RCN general secretary Pat Cullen, whose members are due to take part in unprecedented strike action on December 15 and December 20, accused Steve Barclay of refusing to negotiate properly because she leads a largely female workforce.
The strike will cause major disruption to the NHS in the run-up to Christmas, with ambulance workers also set to strike on December 21.
The industrial action comes as the Government faces a wave of winter strikes and walk-outs, amid anger about pay and the impact of inflation.
Mr Barclay has repeatedly been accused by the RCN of failing to properly engage in talks with nurses, even as he insists that his “door remains open”.
Ms Cullen, who represents hundreds of thousands of nurses, hit out at the Health Secretary in an interview with The Guardian.
“I’m a woman negotiating for a 90% female profession that is trying to operate with a Government that’s particularly macho and tends to operate with a bullyboy tactic,” she said.
“Perhaps that’s the reason why we can’t get moving forward. By refusing to negotiate Steve Barclay is ignoring nurses and ignoring me.
“I think there’s an issue here with us being female. I ask myself, would that [refusal to negotiate] be different if it was a 90% male profession and I was a male? I truly believe it would be. I think we’d be treated differently.”

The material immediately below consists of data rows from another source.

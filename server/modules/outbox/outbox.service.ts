import type { SessionUser } from '../../../shared/schemas/session.js'
import type { ServiceContext, TransactionContext } from '../../context.js'
import { AppError } from '../../http/errors.js'

/** An e-mail a change causes: to whom, what it says, and (optionally) which record caused it. */
export interface OutgoingMail {
  to: readonly string[]
  subject: string
  text: string
  /** The record the message is about, e.g. `{ kind: 'invitation', id }`. */
  cause?: { kind: string; id: string }
  /** The venue the message belongs to; the acting member's when not given. */
  venueId?: string
}

/**
 * Queues an e-mail in the transaction of the change that causes it: the message is kept exactly when the
 * change commits, and delivery starts once it has (`transaction.afterCommit`), with the sweep retrying
 * whatever that first attempt could not send. A mail outage therefore never blocks or loses the change.
 *
 * @returns the message's id in the outbox.
 */
export async function queueMail(tx: TransactionContext<SessionUser | null>, mail: OutgoingMail): Promise<string> {
  const { db, transaction, actor } = tx
  if (!transaction) throw new Error('queueMail must run in the transaction of the change that causes the mail')
  const venueId = mail.venueId ?? actor?.venueId
  if (!venueId) throw new Error('queueMail needs the venue the message belongs to')
  const recipients = [...new Set(mail.to.map((address) => address.trim().toLowerCase()))]
  if (recipients.length === 0) throw new Error('queueMail needs at least one recipient')
  const now = tx.clock.now()
  const row = await db.models.Outbox.create(
    {
      venueId,
      recipients,
      subject: mail.subject,
      bodyText: mail.text,
      nextAttemptAt: now,
      causeKind: mail.cause?.kind ?? null,
      causeId: mail.cause?.id ?? null,
      queuedBy: actor?.id ?? null,
      createdAt: now,
      updatedAt: now,
    },
    { transaction },
  )
  transaction.afterCommit(() => tx.outbox.deliverSoon([row.id]))
  return row.id
}

/**
 * For changes whose mail is the only way anyone learns of them (an invitation's link): refused with 503 on
 * a server that has no mail server at all, since such a message could never be delivered.
 */
export function requireMailServer(ctx: ServiceContext<SessionUser | null>) {
  if (!ctx.mail.configured)
    throw new AppError(
      503,
      'mail_unavailable',
      'This server has no mail server configured (SMTP_URL), so it cannot send e-mail',
    )
}
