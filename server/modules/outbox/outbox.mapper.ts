import type { OutboxMessage, OutboxMessageSummary } from '../../../shared/schemas/outbox.js'
import type { OutboxModel } from './outbox.model.js'

export const outboxSummaryToApi = (row: OutboxModel): OutboxMessageSummary => ({
  id: row.id,
  to: row.recipients,
  subject: row.subject,
  createdAt: row.createdAt.toISOString(),
  state: row.state,
  attempts: row.attempts,
  lastError: row.lastError,
  sentAt: row.sentAt?.toISOString() ?? null,
})

export const outboxMessageToApi = (row: OutboxModel): OutboxMessage => ({
  ...outboxSummaryToApi(row),
  text: row.bodyText,
  nextAttemptAt: row.state === 'waiting' ? row.nextAttemptAt.toISOString() : null,
})
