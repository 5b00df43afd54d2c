/** How the outbox delivers: how often it looks, how much at once, and how it backs off. From config. */
export interface OutboxPolicy {
  /** How often every app process looks for messages that are due. */
  sweepIntervalMs: number
  /** The most messages one look claims (and so sends at once). */
  batchSize: number
  /** Attempts before a message is given up as failed. */
  maxAttempts: number
  /** The wait after the first failed attempt; it doubles after each further one ... */
  firstRetrySeconds: number
  /** ... up to this. */
  longestRetrySeconds: number
}

/**
 * How long a claimed message is held for the process that claimed it: longer than one send can take
 * (server/mail/smtp-mail-sender.ts: 10 s to connect, 10 s for the greeting, 30 s of silence), so only a
 * process that died mid-send lets another try it again, and only after this.
 */
export const CLAIM_SECONDS = 300

/**
 * The wait before the next attempt after `attempts` have failed: bounded exponential back-off.
 *
 * @example
 * retryDelaySeconds(policy, 1) // 30 with a first retry of 30 s
 * retryDelaySeconds(policy, 3) // 120
 */
export function retryDelaySeconds(policy: OutboxPolicy, attempts: number): number {
  const doublings = Math.min(Math.max(attempts - 1, 0), 30)
  return Math.min(policy.firstRetrySeconds * 2 ** doublings, policy.longestRetrySeconds)
}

Nurses and other nursing staff will take action at half of the locations in England where the legal mandate was reached for strikes, every NHS employer except one in Wales and throughout Northern Ireland.
The RCN has said that despite this year’s pay award of £1,400, experienced nurses are worse off by 20% in real terms due to successive below-inflation awards since 2010.
The union is calling for a pay rise of 5% above RPI inflation.
The Health Secretary has repeatedly insisted that the concerns raised by trade unions are not simply about pay and said that the Government was moving to improve conditions for workers in other areas.
A Department of Health spokesperson said that Mr Barclay has the “utmost” respect for nurses.
But Ms Cullen told The Guardian that the Government is taking “female work” for granted.
She said: “Nurses showed the importance of care during the pandemic, the importance of being with a patient at their real hour of need, the importance of being there to hold their hand and see them leave this world and say: ‘It’s OK, we’ll be here.’
“That’s all perceived by those people, by those men, as female jobs, female work, and that they can treat us like that.”
She also promised that she would not “dig in” if the Government showed some movement.
She said: “It seems this Government won’t negotiate with a nurse. That’s unfortunate.
“Everything is on the table and negotiations will inevitably involve some give and take on each side. I won’t dig in if they won’t dig in.
“But they need to come to the table with me.”
A Department of Health spokesperson said: “The Health and Social Care Secretary has the utmost respect for nurses and is hugely grateful for the dedication of all NHS staff.
“Ministers have had constructive talks with unions, including the RCN, on how we can make the NHS a better place to work – and have been clear the door remains open for further talks.
“These are extremely challenging times, we have accepted the recommendations of the independent NHS Pay Review Body in full and have given over one million NHS workers a pay rise of at least £1,400 this year.
“This is on top of a 3% pay increase last year when public sector pay was frozen and wider government support with the cost of living.”